Zack Greinke, the team’s $147-million free-agent acquisition, is also in need of work. He threw a bullpen session under cover in the batting cages Friday, the first time he has thrown off a mound in more than a week. Greinke, who has pitched five innings over two Cactus League appearances, missed a previous bullpen session with forearm tightness, then skipped his scheduled start last Wednesday with illness.

In the nightcap of Friday’s split-squad doubleheader at Camelback Ranch, left-hander Chris Capuano managed to get his full four-inning workout in before rain stopped that game with the Dodgers leading 3-1 in the top of the fifth.

Capuano allowed a run on two hits, striking out three.

On the mend

Matt Kemp struck out in his only at-bat Friday. And even though that was officially stricken from the record when the game was washed out, it’s not as easy to erase the fact Kemp is hitless in 12 at-bats since off-season shoulder surgery.

Mattingly thinks part of the problem is Kemp’s concern he could reinjure the shoulder.

“He has to let it loose,” Mattingly said.
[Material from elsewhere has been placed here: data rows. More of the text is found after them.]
package report

import (
	"math"
	"math/cmplx"
	"slices"

	"realpart/fit"
)

// Traces are the curves of a fit over frequency, for pictures and tables.
type Traces struct {
	// Freq in Hz and the impedances in Ω of the points that were fitted;
	// Residual is ρ = ln(Z_model/Z_measured).
	Freq                      []float64
	Measured, Model, Residual []complex128
	// CurveFreq and Curve are the model between the points, dense enough to
	// be drawn, with the self-resonances among them.
	CurveFreq []float64
	Curve     []complex128
	// Resonances are the self-resonances inside the sweep.
	Resonances []fit.Resonance
	// Scatter is the standard deviation of the relative error of |Z|, and of
	// the phase in radians, of one point: √(Σ|ρ|²/ν).
	Scatter float64
	// MeterMagnitude and MeterPhase are the meter's stated accuracy at the
	// points: the relative error of |Z| and the error of phase in radians;
	// nil: none was stated.
	MeterMagnitude, MeterPhase []float64
}

// curveDensity is the number of model frequencies a decade. A curve as wide as
// a page shows no more.
const curveDensity = 60

// NewTraces returns the curves of a fit. accuracy is the meter's stated
// accuracy, nil if none was stated; where it says nothing, nothing is drawn.
func NewTraces(r *fit.Result, accuracy fit.MeterAccuracy) *Traces {
	t := &Traces{Freq: r.Freq, Measured: r.Measured, Model: r.Model, Residual: r.Residuals}
	first, last := r.Freq[0], r.Freq[len(r.Freq)-1]
	n := int(math.Ceil(curveDensity*math.Log10(last/first))) + 1
	for i := range n {
		t.CurveFreq = append(t.CurveFreq, first*math.Pow(last/first, float64(i)/float64(max(n-1, 1))))
	}
	t.CurveFreq = append(t.CurveFreq, r.Freq...)
	for _, q := range r.Resonances() {
		if q.InSweep {
			t.Resonances = append(t.Resonances, q)
			// A narrow resonance needs points of its own.
			for _, shift := range []float64{0, 1e-4, 3e-4, 1e-3, 3e-3, 1e-2} {
				t.CurveFreq = append(t.CurveFreq, q.Freq*(1-shift), q.Freq*(1+shift))
			}
		}
	}
	slices.Sort(t.CurveFreq)
	t.CurveFreq = slices.Compact(slices.DeleteFunc(t.CurveFreq, func(f float64) bool { return f < first || f > last }))
	t.Curve = make([]complex128, len(t.CurveFreq))
	r.Circuit.NewEvaluator(t.CurveFreq).Impedance(t.Curve, r.Values())
	sum := 0.0
	for _, v := range r.Residuals {
		sum += real(v)*real(v) + imag(v)*imag(v)
	}
	if r.DegreesOfFreedom > 0 {
		t.Scatter = math.Sqrt(sum / float64(r.DegreesOfFreedom))
	}
	if accuracy != nil {
		for i, f := range r.Freq {
			magnitude, phase, ok := accuracy(f, cmplx.Abs(r.Measured[i]))
			if !ok {
				magnitude, phase = math.NaN(), math.NaN()
			}
			t.MeterMagnitude = append(t.MeterMagnitude, magnitude)
			t.MeterPhase = append(t.MeterPhase, phase)
		}
	}
	return t
}

// ModelSweep returns the fitted circuit's impedance in Ω at the frequencies in
// Hz that were fitted: the sweep to be written where the model is wanted as a
// file.
func ModelSweep(r *fit.Result) (freq []float64, z []complex128) {
	return slices.Clone(r.Freq), slices.Clone(r.Model)
}

// degrees turns radians into degrees.
const degrees = 180 / math.Pi

// Phase returns the phase of z in degrees.
func Phase(z complex128) float64 { return degrees * cmplx.Phase(z) }
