package ingest

import (
	"errors"
	"fmt"
	"strings"
)

// Causes that a command tells apart with errors.Is.
var (
	// ErrConnection: S-parameters of two ports without the way the part was
	// connected. It is wrong use, not a bad file.
	ErrConnection = errors.New("connection not given")
	// ErrAmbiguous: the file can be read in two ways; the hint gives the flag.
	ErrAmbiguous = errors.New("ambiguous reading")
	// ErrTooLarge: the input is larger than Options.MaxBytes.
	ErrTooLarge = errors.New("input too large")
	// ErrUsage: a flag does not fit the file, such as a column it has not.
	ErrUsage = errors.New("flag does not fit")
)

// Error is the first fault of an input. Line and Column count from 1 and are 0
// where they mean nothing; in a spreadsheet they are row and column. Its text
// is one line:
//
//	file:line:column: expected X, found "Y"; try Z (and N more)
type Error struct {
	File         string
	Line, Column int
	Found        string // what is there
	Expected     string // what should be there
	Hint         string // what to try
	More         int    // further faults in the same input
	Err          error  // cause for errors.Is, may be nil
	// Reading is how the file was understood as far as that went, with all
	// faults; nil if nothing was.
	Reading *Reading

	bare bool // Found is a description, not a quotation
}

func (e *Error) Error() string {
	var b strings.Builder
	b.WriteString(e.File)
	if e.Line > 0 {
		fmt.Fprintf(&b, ":%d", e.Line)
		if e.Column > 0 {
			fmt.Fprintf(&b, ":%d", e.Column)
		}
	}
	if b.Len() > 0 {
		b.WriteString(": ")
	}
	b.WriteString(e.Text())
	return b.String()
}

// Text is the message without the place.
func (e *Error) Text() string {
	var b strings.Builder
	fmt.Fprintf(&b, "expected %s, found ", e.Expected)
	if e.bare || e.Err != nil && e.Line == 0 {
		b.WriteString(e.Found)
	} else {
		fmt.Fprintf(&b, "%q", shorten(e.Found))
	}
	if e.Hint != "" {
		b.WriteString("; try: " + e.Hint)
	}
	if e.More > 0 {
		fmt.Fprintf(&b, " (and %d more)", e.More)
	}
	return oneLine(b.String())
}

// Unwrap returns the cause.
func (e *Error) Unwrap() error { return e.Err }

// shorten keeps a quotation readable.
func shorten(s string) string {
	const most = 40
	n := 0
	for i := range s {
		if n == most {
			return s[:i] + "…"
		}
		n++
	}
	return s
}

func oneLine(s string) string {
	if !strings.ContainsAny(s, "\n\r") {
		return s
	}
	return strings.Join(strings.FieldsFunc(s, func(r rune) bool { return r == '\n' || r == '\r' }), " ")
}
Carl Crawford, the Dodgers’ other injured outfielder, took 50 swings in the batting cage for the second time in as many days, hitting 25 balls off a tee and another 25 soft tosses. Crawford, who has yet to play in a spring training game, took a week off after experiencing nerve irritation in his surgically repaired left arm last month.

Crawford appears unlikely to be ready for opening day April 1.